The second set of experiments focused on the combination of the ADNI and OASIS datasets. Since the OASIS scanning protocol parameters were most similar to ADNI MPRAGE, we only used ADNI MPRAGE scans on this set of experiments. Five diagnostic classification tasks were performed on different combinations of the 2 datasets using morphometric features (i.e., experiments B1–B5): (B1) ADNI MPRAGE only, (B2) OASIS only, (B3) training on ADNI MPRAGE and testing on OASIS, (B4) training on OASIS and testing on ADNI MPRAGE, and (B5) training and testing on both OASIS and ADNI MPRAGE. As above, for classifiers using both datasets in training, the dataset was balanced across diagnosis. Experiments B6–B10 correspond to the classifiers that received both morphometric and morphometric-derived GT metrics as inputs. Additionally, a classifier was trained for the distinction between the OASIS and ADNI scans. A summary of all diagnostic classification experiments is shown in Table 1.

Table 1 Summary of diagnostic classification experimentsDiagnosis transition

Since we have follow-up data for all patients, we describe the ground-truth either as “stable” (meaning the diagnosis has not changed between the time of scanning and the most recent clinical follow-up) or as a “transition” (meaning the clinical diagnosis at the time of scanning is different from the most recent clinical follow-up available) and compare performance between “stable” patients and those who “transitioned” within the follow-up time.
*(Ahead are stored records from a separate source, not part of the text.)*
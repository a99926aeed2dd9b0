package minimize

import (
	"context"
	"fmt"
	"math"

	"github.com/tenter-go/tenter/action"
	"github.com/tenter-go/tenter/constraint"
	"github.com/tenter-go/tenter/field"
	"gonum.org/v1/gonum/floats"
)

// Saddle finds a stationary point of index 1 of a Euclidean action near the
// start: the top of the lowest pass between two valleys, such as the bounce of a
// false vacuum, a sphaleron or a critical droplet. Descent runs away from it.
//
// The method is eigenvector following. The quadratic model of the action is
// climbed along the lowest eigenvector of the second variation and descended
// along all others: Newton's step, its sign changed along the few eigenvectors
// whose eigenvalue has the wrong one. Steps are kept where the model predicts the
// change of the action. [Cerjan & Miller 1981, J. Chem. Phys. 75, 2800; Simons,
// Jørgensen, Taylor & Ozment 1983, J. Phys. Chem. 87, 2745]
//
// Zero modes are held as Settings.Shifts and Settings.ZeroModes say: a bounce that
// nothing holds in its place has two, one in its own length each. Without them
// the lattice decides on the sign of two tiny eigenvalues, and the index reads 1, 2
// or 3 depending on where the centre lies between the sites.
//
// Errors, conditions and settings are as for Stationary; a Lorentzian density is
// refused. The status is Converged only if the second variation has, with the
// zero modes held, one negative eigenvalue and none that vanishes; it is Singular
// if the gradient vanishes where that is not so, such as at the false vacuum
// itself. Report.Inertia has the numbers.
func Saddle(ctx context.Context, f Functional, held *constraint.Set, start *field.History, set *Settings) (*Found, error) {
	if g, ok := given(f).(signed); ok && g.Signature() != action.Euclidean {
		return nil, &Refusal{Problem: problemSaddle, Why: "the density is Lorentzian, whose stationary histories have an index that grows with the number of events; want the Euclidean signature, or ask for a stationary history"}
	}
	s, err := newStationary(problemSaddle, f, held, start, set)
	if err != nil {
		return nil, err
	}
	s.rep.Method = "eigenvector following, nested-dissection LDLᵀ"
	return (&saddle{stationary: s}).solve(ctx)
}

// saddle is a search for a point of index 1.
type saddle struct {
	*stationary
	index  int
	low    []eigenpair // the lowest first
	radius float64     // of steps, in the metric
}

// followed is the largest index for which eigenvectors are followed one by one.
const followed = 12

func (s *saddle) solve(ctx context.Context) (*Found, error) {
	y, image := make([]float64, s.free.N), make([]float64, s.free.N)
	limit := s.limit()
	for {
		switch {
		case ctx.Err() != nil:
			return s.finish(Stopped, context.Cause(ctx).Error(), context.Cause(ctx))
		case s.rep.After.Max <= s.rep.Tolerance:
			return s.verify(ctx)
		case s.rep.Iterations == limit:
			return s.finish(Stopped, fmt.Sprintf("limit of %d steps reached", limit), nil)
		}
		if s.bare {
			if err := s.look(); err != nil {
				return s.finish(Stalled, err.Error(), err)
			}
		}
		if err := s.follow(y); err != nil {
			return s.finish(Stalled, err.Error(), err)
		}
		length := floats.Norm(y, 2)
		if s.radius == 0 {
			s.radius = length
		}
		if length > s.radius {
			floats.Scale(s.radius/length, y)
			length = s.radius
		}
		s.bordered.mul(image, y)
		predicted := floats.Dot(s.r, y) + 0.5*floats.Dot(y, image)
		value, square := s.evaluate(y)
		step := Step{Gain: (value - s.value) / predicted}
		// Where the action no longer tells histories apart the gradient does.
		blind := math.Abs(predicted) < 1e-10*(math.Abs(value)+math.Abs(s.value))
		lower := square < floats.Dot(s.r, s.r)
		off := math.Abs(step.Gain - 1)
		step.Accepted = !blind && off < 0.9 || lower && (blind || s.index == 1)
		switch {
		case !step.Accepted || !blind && !(off < 0.75):
			s.radius = 0.3 * length
		case blind || off < 0.25:
			s.radius = max(s.radius, 2*length)
		}
		if step.Accepted {
			s.accept(value)
			s.measure()
		}
		step.Cost, step.Max = s.rep.CostAfter, s.rep.After.Max
		s.step(step)
		if s.radius < 1e-12*s.h.Norm() {
			return s.stall()
		}
	}
}

// look factorises the second variation and finds its index and, unless that is
// 1, the eigenvectors that are wrong.
func (s *saddle) look() error {
	if err := s.linearise(); err != nil {
		return err
	}
	s.index, _ = s.bordered.negative()
	s.low = nil
	if s.index == 1 {
		return nil
	}
	if s.index > followed {
		return s.shift()
	}
	if l := s.bordered.nearest(3 * lanczosSteps); s.index == 0 {
		s.low = []eigenpair{l.positive()}
	} else {
		s.low = l.negative(followed)
	}
	return nil
}

// shift factorises A + μ with μ so large that only the lowest eigenvalue stays
// negative, by bisection. The step −(A + μ)⁻¹r is uphill along its vector and
// downhill along all others as well, and shorter.
func (s *saddle) shift() error {
	low, high := 0.0, s.bordered.norm
	const halvings = 60
	for range halvings {
		mu := 0.5 * (low + high)
		s.rep.Factorisations++
		if err := s.bordered.factorise(mu); err != nil {
			return err
		}
		n, zero := s.bordered.negative()
		switch {
		case n == 1 && zero == 0:
			return nil
		case n == 0:
			high = mu
		default:
			low = mu
		}
	}
	return fmt.Errorf("minimize: second variation of index %d on the way, its lowest two eigenvalues equal; want a start without that symmetry, or nearer to a saddle", s.index)
}

// follow writes the step to y: uphill along the lowest eigenvector, downhill along
// all others.
func (s *saddle) follow(y []float64) error {
	if err := s.newtonStep(y); err != nil {
		return err
	}
	for k, e := range s.low {
		if k == 0 && e.value > 0 || k > 0 && e.value < 0 {
			floats.AddScaled(y, -2*floats.Dot(y, e.vector), e.vector)
		}
	}
	return nil
}

// verify polishes, counts, and says whether it is a saddle of index 1.
func (s *saddle) verify(ctx context.Context) (*Found, error) {
	if err := s.polish(ctx); err != nil {
		return s.finish(Stalled, err.Error(), err)
	}
	low := s.bordered.nearest(3 * lanczosSteps).negative(followed)
	if err := s.count(); err != nil {
		return s.finish(Stalled, err.Error(), err)
	}
	i := s.rep.Inertia
	for _, e := range low {
		i.Negative = append(i.Negative, e.value)
	}
	if i.Index != 1 || i.Nullity > 0 || !i.Known {
		return s.finish(Singular, fmt.Sprintf("gradient vanishes, but the second variation has index %d and nullity %d, smallest |eigenvalue| %.2g at %v; want a start nearer to a saddle, or zero modes held", i.Index, i.Nullity, math.Abs(i.Smallest), i.At), nil)
	}
	return s.finish(Converged, "gradient within the tolerance, second variation of index 1", nil)
}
We did not exclude any transition cases, including diagnosis regression, to avoid artificially inflating model performance, which could arise from only including reliable or progressive diagnosis.

Clinical applicability potential

We sought to evaluate the potential for clinical applicability of our most inclusive diagnosis-wise and protocol-wise biomarker without GT features (“HC vs. MCI vs. AD”; experiment A5) and our most inclusive dataset-wise biomarker without GT features (“HC vs. AD”; experiment B5), as a first step towards informing on their potential clinical usefulness. For this, we utilized our own biomarker evaluation framework [32], which takes into account two dimensions, “Quality of Evidence,” which refers to the biomarker’s statistical strength and reproducibility, and “Effect Size,” which refers to its predictive power.